HumanSignal / label-studio

Label Studio is a multi-type data labeling and annotation tool with standardized output format
https://labelstud.io
Apache License 2.0
19.05k stars 2.37k forks source link

Is it possible to convert texts containing relations annotated in Label Studio into a Spacy binary file format ? #4144

Closed Sofyan-fcomte closed 1 year ago

Sofyan-fcomte commented 1 year ago

Is there a converter somewhere that can be used to turn JSON Label Studio files into Spacy binary file format ? I've been working on Label Studio for a while and I didn't expect to hit this roadblock... I urgently need some sort of converter for a relation extraction project. For context, I'm talking about Spacy's custom relation extraction component : https://youtu.be/8HL-Ap5_Axo While Label Studio's documentation shows that annotations for NER can be converted to Spacy binary format if they are exported as CONLL2003 files, the CONLL2003 format doesn't capture the annotated relations.

Is there a solution or work around to this problem ?

AbubakarSaad commented 1 year ago

Hello Sofyan-fcomte,

Unfortunately, there isn't a direct converter to transform Label Studio JSON files with relation annotations into spaCy binary format. However, you can create a custom script to convert the Label Studio JSON annotations to a format that spaCy can understand for relation extraction.

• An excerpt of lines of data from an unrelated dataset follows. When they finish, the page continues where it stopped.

"""Strategies and helpers shared by the edge-case tests, which live in their area's test module.

Numerical and file-system edges: singular points, band edges, bounds, atomic outputs.

What is checked, and against what:

* fields at the singular places of every model (the source point, on the wire, on the
  ground plane, on an aperture, on and behind a reflector) and very far away are finite;
  far away they match the published far field (OET 65 eq. (3); Balanis, *Antenna Theory*,
  4th ed., eq. (4-91): half-wave dipole directivity 1.643);
* a frequency exactly on a limit's band edge is inside or outside as the printed table says;
* input sizes are bounded before anything large is allocated;
* 0 sources is refused, 50 sources work and never give less than the first source alone;
* outputs are atomic, never overwrite an input, and an unwritable place gives exit 2 with
  nothing written.
"""

from __future__ import annotations

from keepclear.antennas.base import C_M_S

from ._cli import assert_clean_exit, run, strict_json, validate
from .conftest import ISOTROPIC

WAVELENGTH_M = C_M_S / 2.45e9


def probe(path, *points, allowed=(0,)):
    result = run("probe", path, *[f"--at={x!r},{y!r},{z!r}" for x, y, z in points], "--json")
    assert_clean_exit(result, allowed=allowed)
    if result.exit_code:
        return None
    data = strict_json(result.stdout)
    validate("probe", data)
    return data["points"]


# ------------------------------------------------------------ singular points
DIPOLE = """
[[source]]
antenna = "dipole"
power_w = 100.0
length_m = 0.0612
position_m = [0.0, 0.0, 1.0]
"""


MONOPOLE = """
[[source]]
antenna = "monopole"
power_w = 100.0
length_m = 0.0306
position_m = [0.0, 0.0, 1.0]
"""


FLOOR = """
[[reflector]]
point_m = [0.0, 0.0, 0.0]
normal = [0.0, 0.0, 1.0]
material = "{material}"
"""


# --------------------------------------------------------------- band edges
# Outer edges of the published tables: ICNIRP 2020 guidelines, title "100 kHz to 300 GHz";
# 47 CFR 1.1310 Table 1, 0.3-100,000 MHz; 21 CFR 1030.10(b), ovens 890-6000 MHz (as cited
# in fields/limits.py and the shared standards notes (shared/notes/standards.md), FOUND).
OUTER_EDGES = {
    "icnirp-2020/general-public": (1e5, 3e11),
    "icnirp-2020/occupational-local": (1e5, 3e11),
    "fcc-1.1310/general-population": (3e5, 1e11),
    "fda-1030.10/in-service": (8.9e8, 6e9),
}


def _fda_scenario(frequency_hz: float) -> str:
    return (
        f"frequency_hz = {frequency_hz!r}\n"
        '[[source]]\nantenna = "isotropic"\npower_w = 1.0\n'
        '[exposure]\nlimits = ["fda-1030.10/before-purchase"]\n'
    )


# ---------------------------------------------------------------- the files
def _leftovers(folder):
    return sorted(p.name for p in folder.iterdir() if p.name.endswith(".part"))


def _csv_run(write_scenario, tmp_path, out):
    path = write_scenario(ISOTROPIC)
    return run("probe", path, "--at", "1,0,0", "--at", "2,0,0", "--csv", out)


class _HalfWriter:
    """A file object that writes half of what it is given, then fails like a full disk."""

    def __init__(self, fh):
        self.fh = fh

    def __enter__(self):
        return self

    def __exit__(self, *exc):
        self.fh.close()
        return False

    def write(self, data):
        self.fh.write(data[: len(data) // 2])
        self.fh.flush()
        raise OSError(28, "No space left on device")

    def __getattr__(self, name):
        return getattr(self.fh, name)


# ------------------------------------------------------------------ map and assess
def _no_evaluation(monkeypatch):
    """Make any field evaluation fail loudly: a refusal must come before the work."""
    from keepclear.fields import field, maps

    def refuse(*args, **kwargs):
        raise AssertionError("fields were evaluated before the grid size was checked")

    monkeypatch.setattr(field, "evaluate", refuse)
    if hasattr(maps, "evaluate"):
        monkeypatch.setattr(maps, "evaluate", refuse)


# ------------------------------------------------------------------ enclosure
ENCLOSED = """
[[source]]
antenna = "isotropic"
power_w = 800.0
position_m = [0.1, 0.0, 1.0]
[enclosure]
center_m = [0.0, 0.0, 1.0]
size_m = [0.5, 0.4, 0.3]
metal = "mild-steel"
thickness_m = 0.002
[[enclosure.opening]]
face = "+x"
type = "slot"
length_m = 0.03
width_m = 0.001
along = "z"
offset_m = [0.0, 0.0]
"""


def load_scenario_name(path) -> str:
    from keepclear.fields.scenario import load_scenario

    return load_scenario(path).name
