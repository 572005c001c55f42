"""Figures: valid, non-blank PNG and parseable SVG, with and without objects to draw.

The checks are on the files (PNG signature per ISO/IEC 15948:2004 sec. 5.2, SVG as
XML) and on the pixels (a blank or single-colour image has no variance).
"""

from __future__ import annotations

import dataclasses
import io
import xml.etree.ElementTree as ET

import matplotlib.image as mpimg
import numpy as np
import pytest

from keepclear.fields import maps, plots
from keepclear.fields.keepout import keepout_distances
from keepclear.fields.scenario import load_scenario

from ._cli import assert_clean_exit, run
from ._edge_cases import load_scenario_name
from .conftest import ISOTROPIC

PNG_SIGNATURE = b"\x89PNG\r\n\x1a\n"  # ISO/IEC 15948:2004, sec. 5.2


def assert_good_png(data: bytes) -> np.ndarray:
    assert data[:8] == PNG_SIGNATURE
    image = mpimg.imread(io.BytesIO(data), format="png")
    assert image.ndim == 3 and image.shape[0] > 300 and image.shape[1] > 300
    assert float(np.var(image[..., :3])) > 0.005, "image is (nearly) blank"
    return image


def assert_good_svg(data: bytes) -> ET.Element:
    root = ET.fromstring(data)
    assert root.tag.endswith("svg")
    return root


@pytest.fixture
def iso_run(write_scenario):
    scenario = load_scenario(write_scenario(ISOTROPIC))
    keepouts = keepout_distances(scenario)
    run = maps.run_map(scenario, maps.principal_plane("xy", scenario.centre_m), keepouts, pixels=41)
    return scenario, keepouts, run


def test_density_map_png_and_svg(iso_run):
    scenario, keepouts, run = iso_run
    fig = plots.map_figure(run.result, scenario, keepouts)
    assert_good_png(plots.figure_bytes(fig, "png", dpi=60))
    root = assert_good_svg(plots.figure_bytes(fig, "svg"))
    text = "".join(root.itertext())
    # Title, units on both colour scales, every limit in the legend, the caution.
    assert scenario.name in text
    assert "W/m²" in text and "mW/cm²" in text
    for limit_id in scenario.limit_ids:
        assert limit_id in text
    assert plots.short_caution()[:40] in text


def test_quotient_map_says_what_it_is_against(iso_run):
    scenario, keepouts, run = iso_run
    style = plots.MapStyle("quotient", "icnirp-2020/occupational")
    fig = plots.map_figure(run.result, scenario, keepouts, style)
    assert_good_png(plots.figure_bytes(fig, "png", dpi=60))
    text = "".join(assert_good_svg(plots.figure_bytes(fig, "svg")).itertext())
    assert "quotient against icnirp-2020/occupational" in text and "dB" in text


class _Sheet:
    """A shield-like object that offers only centre, normal, size and its outline()."""

    center_m = np.array([0.4, 0.0, 0.0])
    normal = np.array([1.0, 0.0, 0.0])
    width_m = 0.6
    height_m = 0.5

    def outline(self):
        across, up = np.array([0.0, 1.0, 0.0]), np.array([0.0, 0.0, 1.0])
        w, h = self.width_m / 2, self.height_m / 2
        return np.array(
            [
                self.center_m + a * w * across + b * h * up
                for a, b in ((-1, -1), (1, -1), (1, 1), (-1, 1))
            ]
        )


class _Box:
    """An enclosure-like object with an outline() of corners and no openings."""

    openings = ()

    def outline(self):
        return np.array(
            [[x, y, z] for x in (-0.2, 0.2) for y in (-0.15, 0.15) for z in (-0.1, 0.1)]
        )


def test_objects_are_drawn_without_their_modules(iso_run):
    scenario, keepouts, run = iso_run
    # Drawing only: the objects are not used to compute the fields here.
    decorated = dataclasses.replace(scenario, shields=(_Sheet(),), enclosure=_Box())
    fig = plots.map_figure(run.result, decorated, keepouts)
    assert_good_png(plots.figure_bytes(fig, "png", dpi=60))
    assert maps.object_corners(_Sheet()).shape == (4, 3)
    assert maps.object_corners(object()) is None


def test_reflector_trace_and_vertical_plane(write_scenario):
    scenario = load_scenario(
        write_scenario(
            ISOTROPIC.replace("[0.0, 0.0, 0.0]", "[0.0, 0.0, 1.0]")
            + """
[[reflector]]
point_m = [0.0, 0.0, 0.0]
normal = [0.0, 0.0, 1.0]
material = "concrete"

[[point]]
name = "seat"
position_m = [0.8, 0.0, 1.2]
"""
        )
    )
    keepouts = keepout_distances(scenario)
    run = maps.run_map(scenario, maps.boresight_plane(scenario), keepouts, pixels=41)
    fig = plots.map_figure(run.result, scenario, keepouts)
    text = "".join(assert_good_svg(plots.figure_bytes(fig, "svg")).itertext())
    assert "seat" in text and "reflecting plane" in text and "concrete" in text
    assert maps.plane_trace(run.plane, [0, 0, 0], [0, 0, 1]) is not None


def test_comparison_figure_shares_one_colour_scale(iso_run):
    scenario, keepouts, run = iso_run
    fig = plots.comparison_figure(
        [("1. a", run.result, scenario, keepouts), ("2. b", run.result, scenario, keepouts)],
        "two panels",
    )
    assert_good_png(plots.figure_bytes(fig, "png", dpi=50))
    images = [im for ax in fig.axes for im in ax.get_images()]
    assert len(images) == 2
    assert images[0].norm.vmin == images[1].norm.vmin and images[0].norm.vmax == images[1].norm.vmax


def test_long_titles_wrap_and_keep_every_word():
    name = "Kiln room north bench with the long-necked applicator " * 3
    lines = plots.wrap_title(name, plots.TITLE_WIDTH)
    assert 1 < len(lines) <= plots.TITLE_MAX_LINES
    assert all(len(line) <= plots.TITLE_WIDTH for line in lines)
    assert " ".join(lines).split() == name.split()
    assert plots.wrap_title("A\x1bB", 40) == ["A B"]
    # Beyond three lines the third ends with an ellipsis instead of running off the figure.
    assert plots.wrap_title(name * 3, 40)[-1].endswith("…")


def test_letters_of_nearby_places_do_not_overlap(write_scenario):
    text = ISOTROPIC
    for i, (x, y) in enumerate([(1.0, 1.0), (1.05, 1.02), (1.02, 1.08), (0.97, 0.96)]):
        text += f'\n[[point]]\nname = "p{i}"\nposition_m = [{x}, {y}, 0.0]\n'
    scenario = load_scenario(write_scenario(text))
    plane = maps.principal_plane("xy", [0.0, 0.0, 0.0])
    run = maps.run_map(scenario, plane, keepout_distances(scenario), half_extent_m=3.0, pixels=31)
    fig = plots.map_figure(run.result, scenario, run.keepouts)
    fig.canvas.draw()
    ax = fig.axes[0]
    letters = [t for t in ax.texts if t.get_text() in {"A", "B", "C", "D"}]
    assert len(letters) == 4
    boxes = [t.get_window_extent() for t in letters]
    for i, a in enumerate(boxes):
        for b in boxes[i + 1 :]:
            overlap_x = min(a.x1, b.x1) - max(a.x0, b.x0)
            overlap_y = min(a.y1, b.y1) - max(a.y0, b.y0)
            assert overlap_x <= 0.5 or overlap_y <= 0.5, (a, b)


# ------------------------------------------------------------
# Numerical and file-system edges (singular points, band edges, bounds, atomic outputs).
# What is checked, and against what, is listed in tests/_edge_cases.py.


def test_control_characters_in_the_name_draw_without_warnings(write_scenario, tmp_path):
    text = ISOTROPIC.replace('name = "test point source"', 'name = "bench \\u001b[31m B2"')
    path = write_scenario(text)
    assert "\x1b" in load_scenario_name(path)
    result = run("assess", path, "--out", tmp_path / "out", "--pixels", "5", "--json")
    assert_clean_exit(result, allowed=(0,))
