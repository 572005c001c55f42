"""Zones of a map, the shapes a sign would state, and one map run from grid to shapes.

* the **zone** of each limit: the region of the plane where the exposure quotient
  reaches one, as polygons with holes (marching squares on :math:`\\log_{10} q`,
  through :mod:`contourpy`, the contouring engine of matplotlib);
* the **enclosing shapes** a safety sign states: a circle about the source, an
  axis-aligned box on the plane, and a vertical cylinder about the first source
  (radius and height range) from a ray scan in three dimensions.

See :mod:`keepclear.fields.maps` for accuracy and conservatism.
"""

from __future__ import annotations

import dataclasses
import math
from collections.abc import Sequence
from dataclasses import dataclass
from typing import Any

import contourpy
import numpy as np
from numpy.typing import ArrayLike, NDArray

from keepclear.antennas.base import fibonacci_sphere

from .. import limits as limits_mod
from ..field import FieldResult, evaluate, radiating_terms
from ..keepout import KeepoutResult
from ..scenario import Scenario
from .evaluation import MapResult, ProgressCallback, evaluate_map, limit_values
from .grids import (
    MAX_GRID_BYTES,
    Grid,
    Plane,
    default_half_extent_m,
    default_window_m,
    make_grid,
)

#: Floor of the quotient before taking its logarithm (q = 0 far behind a shield).
_Q_FLOOR = 1e-30


# ------------------------------------------------------------------- zones
@dataclass(frozen=True)
class Zone:
    """Where one limit is reached on a map.

    Parameters
    ----------
    limit_id : str
    level : float
        The quotient bounded: 1 for the model zone, 10^(-u/10) with the model's
        gain uncertainty u [1].
    kind : str
        ``"model"`` or ``"with-uncertainty"``.
    polygons : tuple
        Each ``(exterior, holes)``: an (n, 2) ring in plane coordinates [m] and a
        tuple of hole rings; rings are closed (first point repeated), exteriors
        counter-clockwise and holes clockwise in (s, t).
    clipped : bool
        True when the zone reaches the edge of the map (the map is too small).
    """

    limit_id: str
    level: float
    kind: str
    polygons: tuple[tuple[NDArray[np.float64], tuple[NDArray[np.float64], ...]], ...]
    clipped: bool

    @property
    def area_m2(self) -> float:
        """Area of the zone on the plane [m^2]."""
        total = 0.0
        for exterior, holes in self.polygons:
            total += abs(ring_signed_area(exterior)) - sum(abs(ring_signed_area(h)) for h in holes)
        return float(total)

    @property
    def empty(self) -> bool:
        """True when the limit is reached nowhere on the map."""
        return not self.polygons

    def vertices(self) -> NDArray[np.float64]:
        """Every exterior vertex, shape (n, 2) [m]."""
        rings = [ext for ext, _ in self.polygons]
        return np.vstack(rings) if rings else np.zeros((0, 2))


def ring_signed_area(ring: NDArray[np.float64]) -> float:
    """Shoelace area of a closed or open ring, positive counter-clockwise [m^2]."""
    x, y = ring[:, 0], ring[:, 1]
    return 0.5 * float(np.dot(x, np.roll(y, -1)) - np.dot(y, np.roll(x, -1)))


def _oriented(ring: NDArray[np.float64], ccw: bool) -> NDArray[np.float64]:
    r = np.asarray(ring, dtype=float)
    if not np.allclose(r[0], r[-1]):
        r = np.vstack([r, r[:1]])
    if (ring_signed_area(r) > 0) != ccw:
        r = r[::-1]
    return r


def log_quotient(q: NDArray[np.float64]) -> NDArray[np.float64]:
    """log10 of a quotient map, floored at 1e-30 so q = 0 stays finite [1]."""
    return np.log10(np.maximum(q, _Q_FLOOR))


def zone_of(map_result: MapResult, limit_id: str, level: float = 1.0, kind: str = "model") -> Zone:
    """The region where the quotient of ``limit_id`` is at least ``level``.

    Marching squares (contourpy's filled contours) on log10 q, so the boundary of
    a field falling as 1/r^2 is interpolated exactly along grid lines.
    """
    grid = map_result.grid
    lq = log_quotient(map_result.quotient(limit_id))
    threshold = math.log10(level)
    inside = lq >= threshold
    if not inside.any():
        return Zone(limit_id, level, kind, (), False)
    clipped = bool(inside[0].any() or inside[-1].any() or inside[:, 0].any() or inside[:, -1].any())
    gen = contourpy.contour_generator(
        grid.s_m, grid.t_m, lq, name="serial", fill_type=contourpy.FillType.OuterOffset
    )
    filled: Any = gen.filled(threshold, np.inf)
    points, offsets = filled[0], filled[1]
    polygons = []
    for pts, offs in zip(points, offsets, strict=True):
        rings = [pts[offs[i] : offs[i + 1]] for i in range(len(offs) - 1)]
        rings = [r for r in rings if len(r) >= 3]
        if not rings:
            continue
        exterior = _oriented(rings[0], ccw=True)
        holes = tuple(_oriented(r, ccw=False) for r in rings[1:])
        polygons.append((exterior, holes))
    return Zone(limit_id, level, kind, tuple(polygons), clipped)


def contour_lines(map_result: MapResult, limit_id: str, level: float = 1.0) -> list[NDArray]:
    """The boundary lines (n, 2) where the quotient of ``limit_id`` equals ``level`` [m]."""
    grid = map_result.grid
    lq = log_quotient(map_result.quotient(limit_id))
    gen = contourpy.contour_generator(
        grid.s_m, grid.t_m, lq, name="serial", line_type=contourpy.LineType.Separate
    )
    return [np.asarray(line) for line in gen.lines(math.log10(level))]


def uncertainty_level(keepout: KeepoutResult | None) -> float:
    """The quotient 10^(-u/10) that widens a zone by the model gain uncertainty u [1]."""
    if keepout is None or keepout.uncertainty_db <= 0:
        return 1.0
    return 10 ** (-keepout.uncertainty_db / 10)


def map_zones(
    map_result: MapResult, keepouts: Sequence[KeepoutResult] = ()
) -> dict[str, list[Zone]]:
    """The model zone, and the zone with uncertainty where a model states one, per limit."""
    by_id = {k.limit_id: k for k in keepouts}
    out: dict[str, list[Zone]] = {}
    for limit_id in map_result.limit_ids:
        zones = [zone_of(map_result, limit_id)]
        level = uncertainty_level(by_id.get(limit_id))
        if level < 1.0:
            zones.append(zone_of(map_result, limit_id, level, "with-uncertainty"))
        out[limit_id] = zones
    return out


# --------------------------------------------------------- enclosing shapes
@dataclass(frozen=True)
class Cylinder:
    """A vertical cylinder about the first source holding every exceedance of a limit.

    Parameters
    ----------
    limit_id : str
    axis_xy_m : tuple of float
        Where the vertical axis stands (the first source's x, y) [m].
    radius_m : float
        Radius [m]; 0 where the limit is reached nowhere.
    z_min_m, z_max_m : float
        Height range [m].
    margin_m : float
        The radial sampling step the shape was widened by [m].
    """

    limit_id: str
    axis_xy_m: tuple[float, float]
    radius_m: float
    z_min_m: float
    z_max_m: float
    margin_m: float

    def as_dict(self) -> dict[str, Any]:
        """JSON-ready dimensions."""
        reached = self.radius_m > 0
        return {
            "axis_xy_m": list(self.axis_xy_m),
            "radius_m": self.radius_m,
            "z_min_m": self.z_min_m if reached else None,
            "z_max_m": self.z_max_m if reached else None,
            "height_m": self.z_max_m - self.z_min_m if reached else 0.0,
            "margin_m": self.margin_m,
        }


def _scan_directions(scenario: Scenario, keepouts: Sequence[KeepoutResult]) -> NDArray:
    dirs = [fibonacci_sphere(800)]
    phi = np.radians(np.arange(0, 360, 5.0))
    dirs.append(np.column_stack([np.cos(phi), np.sin(phi), np.zeros_like(phi)]))
    extra: list[Any] = [[0, 0, 1.0], [0, 0, -1.0]]
    for term in radiating_terms(scenario):
        axis = term.radiator.placement.rotation[:, 2]
        extra += [axis, -axis]
    extra += [k.direction for k in keepouts if k.direction is not None]
    dirs.append(np.asarray(extra, dtype=float))
    d = np.vstack(dirs)
    return d / np.linalg.norm(d, axis=1, keepdims=True)


def keepout_cylinders(
    scenario: Scenario,
    keepouts: Sequence[KeepoutResult],
    progress: ProgressCallback | None = None,
    extra_points_m: dict[str, NDArray[np.float64]] | None = None,
) -> list[Cylinder]:
    """Vertical cylinders about the first source holding every exceedance found, per limit.

    Rays from the keep-out centre are sampled out to 1.25 times the keep-out radius
    (with uncertainty), so an exceedance the keep-out search missed still counts;
    every sample where the quotient reaches the limit (scaled by the gain
    uncertainty as in :mod:`keepclear.fields.keepout`) is held, and so are the
    keep-out search's farthest point and any ``extra_points_m`` (the zone outlines of
    the maps).  The cylinder is widened by one radial step.

    Parameters
    ----------
    scenario : Scenario
    keepouts : sequence of KeepoutResult
        From :func:`keepclear.fields.keepout.keepout_distances`.
    progress : callable, optional
        ``progress(done, total)`` in points.
    extra_points_m : dict, optional
        Limit id -> (n, 3) points known to reach the limit [m].

    Returns
    -------
    list of Cylinder
        In the order of ``keepouts``.
    """
    c = scenario.centre_m
    axis_xy = (float(c[0]), float(c[1]))
    extra = extra_points_m or {}
    reach = max((k.recommended_distance_m for k in keepouts), default=0.0)
    dr = 0.0
    hits_by_limit: dict[str, NDArray[np.float64]] = {}
    if reach > 0:
        wavelength = scenario.wavelength_m
        n_r = int(np.clip(math.ceil(1.25 * reach / (wavelength / 8)), 60, 250))
        dr = 1.25 * reach / n_r
        radii = (np.arange(n_r) + 1) * dr
        dirs = _scan_directions(scenario, keepouts)
        pts = (c + dirs[:, None, :] * radii[None, :, None]).reshape(-1, 3)
        values = limit_values(scenario, [k.limit_id for k in keepouts])
        n = pts.shape[0]
        chunk = max(8192, n // 40)
        parts = []
        for start in range(0, n, chunk):
            parts.append(evaluate(scenario, pts[start : start + chunk]))
            if progress is not None:
                progress(min(n, start + chunk), n)
        res = FieldResult(
            **{
                f.name: np.concatenate([getattr(p, f.name) for p in parts])
                for f in dataclasses.fields(FieldResult)
            }
        )
        for k, v in zip(keepouts, values, strict=True):
            scale = 1.0 / uncertainty_level(k)
            hits_by_limit[k.limit_id] = pts[limits_mod.field_quotient(v, res) * scale >= 1.0]
    out = []
    for k in keepouts:
        known = [hits_by_limit.get(k.limit_id, np.zeros((0, 3)))]
        if k.direction is not None:
            known.append((c + k.direction * k.recommended_distance_m)[None, :])
        if k.limit_id in extra and len(extra[k.limit_id]):
            known.append(np.asarray(extra[k.limit_id], dtype=float).reshape(-1, 3))
        held = np.vstack(known)
        if held.shape[0] == 0:
            out.append(Cylinder(k.limit_id, axis_xy, 0.0, float(c[2]), float(c[2]), dr))
            continue
        rel = held - c
        radius = float(np.max(np.hypot(rel[:, 0], rel[:, 1]))) + dr
        z_min = float(held[:, 2].min()) - dr
        z_max = float(held[:, 2].max()) + dr
        out.append(Cylinder(k.limit_id, axis_xy, radius, z_min, z_max, dr))
    return out


def sphere_section(
    plane: Plane, centre_m: ArrayLike, radius_m: float
) -> tuple[tuple[float, float], float] | None:
    """Circle where a sphere meets the plane: (centre (s, t), radius) [m], or None."""
    st, offset = plane.to_plane(np.asarray(centre_m, dtype=float))
    d = abs(float(offset[0]))
    if radius_m <= d:
        return None
    return (float(st[0, 0]), float(st[0, 1])), math.sqrt(radius_m**2 - d**2)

Here's a high-level outline of the steps you can follow:

  1. Export your annotations from Label Studio in JSON format.
  2. Write a custom script to parse the Label Studio JSON annotations and extract the relevant information for relation extraction.
  3. Convert the extracted information into a format that spaCy's custom relation extraction component can understand, such as the format used in the example in the video you provided.
  4. Train your spaCy relation extraction model using the converted data.

Keep in mind that this process requires some programming skills, and you might need to adjust it based on your specific project requirements.